**WHAT THIS TASK INVOLVES**
Find the line containing "if (output.densityConditionNumber !== undefined)" in the records below. Copy exactly that line and each one after it, ending at the line containing "the reason. */", and nothing more.
▽
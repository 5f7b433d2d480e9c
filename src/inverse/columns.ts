/** Inverse questions by the column: each row starts from its neighbour's answer, nothing is allocated per row. */
import { FermistateError, requireKnown } from "../errors.js";
import type { Composition } from "../matter/composition.js";
import { type CompositionInput, type CompositionSource, compositionSource } from "../matter/composition-rows.js";
import { DENSITY, POINT_LENGTH, TEMPERATURE } from "../matter/point.js";
import { checkRefused, refuseQuantity, requireColumn, requireObject, requireRows } from "../thermodynamics/columns.js";
import type { Domain } from "../thermodynamics/contribution.js";
import { holds, refusePoint } from "../thermodynamics/domain.js";
import type { EquationOfState, RefusedRows } from "../thermodynamics/equation-of-state.js";
import { type QuantityName, quantities, quantityNames } from "../thermodynamics/quantities.js";
import { ANSWERED, DENSITY_TOO_LOW, GIVEN_NO_NUMBER, GIVEN_NOT_POSITIVE } from "../thermodynamics/refusal-numbers.js";
import { reasonOf, reasonOutside } from "../thermodynamics/refusal-reasons.js";
import { finish } from "./finish.js";
import { type GivenPair, type Question, questionOf, requireGiven } from "./questions.js";
import { reasonOfEnd, refuseQuestion } from "./refusal.js";
import {
  BOTH,
  COEXISTENCE,
  DENSITY_AT_TEMPERATURE,
  DENSITY_NOW,
  EVALUATIONS,
  FIRST_TARGET,
  FOLLOWS,
  FOUND,
  GUESSED,
  SECOND_TARGET,
  TEMPERATURE_AT_DENSITY,
  TEMPERATURE_NOW,
} from "./slots.js";
import { solverFor } from "./solver.js";

/** Input of {@link solveColumns}: two columns of given quantities, composition, and guesses. */
export type SolveInput = GivenPair<Float64Array> & {
  /** One composition for all rows, one per row, or a matrix of nucleon fractions with a row for each. */
  readonly composition: CompositionInput;
  /**
   * Columns of starts (density, temperature). A row whose start is no positive number has none, and starts as all do without these
   * columns: from the answer of the row before.
   */
  readonly guess?: { readonly density?: Float64Array; readonly temperature?: Float64Array };
};

/** What a search tells beside the quantities of the state. */
export type SearchColumn =
  | "density"
  | "temperature"
  | "evaluations"
  | "densityConditionNumber"
  | "temperatureConditionNumber";

/** Output of {@link solveColumns}: columns of the caller; only those given are written. */
export type SolveOutput = { readonly [Name in QuantityName | SearchColumn]?: Float64Array } & RefusedRows;

const searchColumns: readonly SearchColumn[] = [
  "density",
  "temperature",
  "evaluations",
  "densityConditionNumber",
  "temperatureConditionNumber",
];

/**
 * After so many rows one starts afresh instead of from its neighbour: blocks of a batch can then be answered apart, by
 * several threads, with the same bits.
 */
export const ROWS_IN_A_CHAIN = 1024;

/**
 * The states that have two given quantities, row by row; see {@link solve}.
 *
 * Rows that are neighbours in a model are worth keeping in order: a row starts from the third-order expansion about the
 * one before, and where they differ by a per cent it takes two evaluations, often one. The columns of the output may be those
 * of the input. Without a column `refused` in the output, values that no matter has (NaN, a negative density) are refused
 * before the first row is written, and where a row has no answer the error names it; rows before it are written, those after it not.
 *
 * @throws as {@link solve}, with the row; `length-mismatch`, `unavailable-quantity`
 */
export function solveColumns(equationOfState: EquationOfState, input: SolveInput, output: SolveOutput): void {
  const checked = checkSolve(equationOfState, input, output);
  const { question, first, second, count, compositions, guessed, slots, columns, detail } = checked;
  const { refused } = output;
  if (question.type < 0) {
    direct(equationOfState, { density: first, temperature: second, composition: input.composition }, output);
    return;
  }

  const solver = solverFor(equationOfState);
  const { searcher, at, conditions } = solver;
  const { w, place } = searcher;
  const wantsConditions =
    output.densityConditionNumber !== undefined || output.temperatureConditionNumber !== undefined;
  const knowsDensity = question.type === TEMPERATURE_AT_DENSITY;
  const knowsTemperature = question.type === DENSITY_AT_TEMPERATURE;
  let neighbour: Composition | undefined;

  /** Answers a row; the number of the reason where there is no answer and a column for it. */
  function answer(i: number): number {
    const matter = compositions.one ?? compositions.at(i);
    const starts = guessed !== undefined && isStart(guessed.density, i) && isStart(guessed.temperature, i);
    const follows = !starts && isNear(neighbour, matter) && w[TEMPERATURE_NOW]! > 0;
    if (follows) {
      at[0] = knowsDensity ? Math.log(first[i]! / w[DENSITY_NOW]!) : 0;
      at[1] = knowsTemperature ? Math.log(first[i]! / w[TEMPERATURE_NOW]!) : 0;
    }
    w[FIRST_TARGET] = question.type === BOTH ? first[i]! : second[i]!;
    w[SECOND_TARGET] = second[i]!;
    w[GUESSED] = follows || starts ? 1 : 0;
    if (knowsDensity) w[DENSITY_NOW] = first[i]!;
    else if (starts && guessed?.density !== undefined) w[DENSITY_NOW] = guessed.density[i]!;
    else if (!follows) w[DENSITY_NOW] = 1;
    if (knowsTemperature) w[TEMPERATURE_NOW] = first[i]!;
    else if (starts && guessed?.temperature !== undefined) w[TEMPERATURE_NOW] = guessed.temperature[i]!;
    else if (!follows) w[TEMPERATURE_NOW] = 1;
    w[FOLLOWS] = 0;
    if (follows) solver.follow(question);
    if (neighbour !== matter) w[FOLLOWS] = 0;
    const end = solver.find(matter, question);
    if (end !== FOUND) {
      if (knowsDensity) w[DENSITY_NOW] = first[i]!;
      if (refused !== undefined) return reasonOfEnd(matter, solver, question, end);
      refuseQuestion(equationOfState, matter, solver, question, end, i);
    }
    if (wantsConditions) solver.fillConditions(question);
    const ev = finish(searcher, matter, detail);
    if (refused === undefined) ev.fillThermodynamics(matter, i);
    else {
      const reason = ev.fillWhereStable(matter);
      if (reason !== ANSWERED) return reason;
    }
    ev.fillPlasma();
    const { quantities: record, point } = ev;
    neighbour = place[0] === COEXISTENCE ? undefined : matter;
    if (output.density !== undefined) output.density[i] = knowsDensity ? first[i]! : point[0]!;
    if (output.temperature !== undefined) output.temperature[i] = knowsTemperature ? first[i]! : point[1]!;
    if (output.evaluations !== undefined) output.evaluations[i] = w[EVALUATIONS]!;
    if (wantsConditions) {
      if (output.densityConditionNumber !== undefined) output.densityConditionNumber[i] = conditions[0]!;
      if (output.temperatureConditionNumber !== undefined) output.temperatureConditionNumber[i] = conditions[1]!;
    }
    for (let j = 0; j < columns.length; j++) {
      const value = record[slots[j]!]!;
      if (Number.isNaN(value)) refuseQuantity(quantityNames[slots[j]!]!, i);
      columns[j]![i] = value;
    }
    return ANSWERED;
  }

  /** As `answer`, with what contributions throw. */
  function attempt(i: number): number {
    try {
      return answer(i);
    } catch (error) {
      return reasonOf(error);
    }
  }

  for (let i = 0; i < count; i++) {
    if (i % ROWS_IN_A_CHAIN === 0) neighbour = undefined;
    if (refused === undefined) answer(i);
    else {
      refused[i] = reasonOfGiven(equationOfState.domain, question, first, second, i) || attempt(i);
      if (refused[i] !== ANSWERED) neighbour = undefined;
    }
  }
}

const probe = new Float64Array(POINT_LENGTH);

/** As {@link checkGiven}, but returns the number of the reason. */
function reasonOfGiven(
  domain: Domain,
  { names: [one, other], type }: Question,
  first: Float64Array,
  second: Float64Array,
  i: number,
): number {
  probe[DENSITY] = one === "density" ? first[i]! : domain.density[0];
  probe[TEMPERATURE] = one === "temperature" ? first[i]! : domain.temperature[0];
  const outside = reasonOutside(domain, probe);
  if (outside !== ANSWERED && outside < DENSITY_TOO_LOW) return outside;
  if (!Number.isFinite(second[i]) || (type === BOTH && !Number.isFinite(first[i]))) return GIVEN_NO_NUMBER;
  const pressure = one === "pressure" ? first[i]! : other === "pressure" ? second[i]! : 1;
  return pressure > 0 ? outside : GIVEN_NOT_POSITIVE; // as in `solve`: what no matter has before what this one has not
}

/** All that is checked before the first row is written. */
interface CheckedSolve {
  readonly question: Question;
  readonly first: Float64Array;
  readonly second: Float64Array;
  /** Number of rows. */
  readonly count: number;
  readonly compositions: CompositionSource;
  readonly guessed: SolveInput["guess"];
  /** Slots and columns of the quantities wanted, and whether the costly one is among them. */
  readonly slots: readonly number[];
  readonly columns: readonly Float64Array[];
  readonly detail: boolean;
}

/** Checks a batch of questions as `solveColumns` does before the first row. */
export function checkSolve(equationOfState: EquationOfState, input: SolveInput, output: SolveOutput): CheckedSolve {
  const question = questionOf("input", input, ["composition", "guess"]);
  const [a, b] = question.names.map((name) => input[name]) as [unknown, unknown];
  const first = column(question.names[0], a);
  const second = column(question.names[1], b, first.length);
  const count = first.length;
  const compositions = compositionSource(input.composition);
  if (compositions.rows !== undefined && compositions.rows !== count) {
    const details = { argument: "composition", given: compositions.rows, allowed: `${count} rows` };
    throw new FermistateError("length-mismatch", details);
  }
  const guessed = guesses(input, count);
  const wanted = outputs(output, count);
  if (output.refused === undefined) {
    for (let i = 0; i < count; i++) checkGiven(equationOfState, question, first, second, i);
  }
  return { question, first, second, count, compositions, guessed, ...wanted };
}

/** Compositions near enough for the answer of one to lead to that of the other: matter that burns differs from zone to zone. */
function isNear(a: Composition | undefined, b: Composition): boolean {
  if (a === undefined || a === b) return a !== undefined;
  const electrons = a.electronsPerGram - b.electronsPerGram;
  const ions = a.ionsPerGram - b.ionsPerGram;
  return Math.abs(electrons) <= 0.02 * b.electronsPerGram && Math.abs(ions) <= 0.05 * b.ionsPerGram;
}

function column(name: string, value: unknown, rows?: number): Float64Array {
  requireColumn(name, value);
  const found = value as Float64Array;
  if (rows === undefined || found.length === rows) return found;
  throw new FermistateError("length-mismatch", { argument: name, given: found.length, allowed: `${rows} rows` });
}

/** A given value must be one that matter can have, and lie inside the domain. */
function checkGiven(
  eos: EquationOfState,
  { names, type }: Question,
  first: Float64Array,
  second: Float64Array,
  i: number,
): void {
  requireGiven(names[0], first[i], i);
  requireGiven(names[1], second[i], i);
  const density = names[0] === "density" ? first[i]! : eos.domain.density[0];
  const temperature = names[0] === "temperature" ? first[i]! : type < 0 ? second[i]! : eos.domain.temperature[0];
  if (!holds(eos.domain, density, temperature)) refusePoint(eos.contributions, density, temperature, i);
}

/** Whether a column of starts, where there is one, has one for this row. */
const isStart = (starts: Float64Array | undefined, i: number): boolean =>
  starts === undefined || (starts[i]! > 0 && starts[i]! < Number.POSITIVE_INFINITY);

function guesses(input: SolveInput, count: number): SolveInput["guess"] {
  const { guess } = input;
  if (guess === undefined) return undefined;
  if (typeof guess !== "object" || guess === null) {
    const allowed = "an object with columns density, temperature or both";
    throw new FermistateError("invalid-option", { argument: "guess", given: guess, allowed });
  }
  requireKnown("guess", guess, ["density", "temperature"]);
  for (const name of ["density", "temperature"] as const) {
    const starts = guess[name];
    if (starts === undefined) continue;
    column(`guess.${name}`, starts, count);
  }
  return guess.density === undefined && guess.temperature === undefined ? undefined : guess;
}

/** Slots and columns of the quantities wanted, and whether the costly ones are among them. */
function outputs(output: SolveOutput, count: number): { slots: number[]; columns: Float64Array[]; detail: boolean } {
  requireObject("output", output);
  const slots: number[] = [];
  const columns: Float64Array[] = [];
  checkRefused(output.refused, count);
  for (const [name, values] of Object.entries(output)) {
    if (values === undefined || name === "refused") continue;
    const own = (searchColumns as readonly string[]).includes(name);
    if (!own && !Object.hasOwn(quantities, name)) {
      const allowed = `one of ${[...searchColumns, ...quantityNames].join(", ")}`;
      throw new FermistateError("unavailable-quantity", { argument: "output", given: name, allowed });
    }
    requireRows(name, values, count);
    if (own) continue;
    slots.push(quantityNames.indexOf(name as QuantityName));
    columns.push(values as Float64Array);
  }
  return { slots, columns, detail: output.positronDensity !== undefined };
}

/** Density and temperature given: an ordinary batch, and no search to tell of. */
function direct(
  eos: EquationOfState,
  input: { density: Float64Array; temperature: Float64Array; composition: SolveInput["composition"] },
  output: SolveOutput,
): void {
  const { density, temperature, evaluations, densityConditionNumber, temperatureConditionNumber, refused, ...state } =
    output;
  eos.evaluate(input, refused === undefined ? state : { ...state, refused });
  for (let i = 0; i < input.density.length; i++) {
    if (refused !== undefined && refused[i] !== ANSWERED) continue;
    if (density !== undefined) density[i] = input.density[i]!;
    if (temperature !== undefined) temperature[i] = input.temperature[i]!;
    if (evaluations !== undefined) evaluations[i] = 1;
    if (densityConditionNumber !== undefined) densityConditionNumber[i] = 0;
    if (temperatureConditionNumber !== undefined) temperatureConditionNumber[i] = 0;
  }
}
△
**RESULT FOR THIS EXERCISE**
      if (output.densityConditionNumber !== undefined) output.densityConditionNumber[i] = conditions[0]!;
      if (output.temperatureConditionNumber !== undefined) output.temperatureConditionNumber[i] = conditions[1]!;
    }
    for (let j = 0; j < columns.length; j++) {
      const value = record[slots[j]!]!;
      if (Number.isNaN(value)) refuseQuantity(quantityNames[slots[j]!]!, i);
      columns[j]![i] = value;
    }
    return ANSWERED;
  }

  /** As `answer`, with what contributions throw. */
  function attempt(i: number): number {
    try {
      return answer(i);
    } catch (error) {
      return reasonOf(error);
    }
  }

  for (let i = 0; i < count; i++) {
    if (i % ROWS_IN_A_CHAIN === 0) neighbour = undefined;
    if (refused === undefined) answer(i);
    else {
      refused[i] = reasonOfGiven(equationOfState.domain, question, first, second, i) || attempt(i);
      if (refused[i] !== ANSWERED) neighbour = undefined;
    }
  }
}

const probe = new Float64Array(POINT_LENGTH);

/** As {@link checkGiven}, but returns the number of the reason. */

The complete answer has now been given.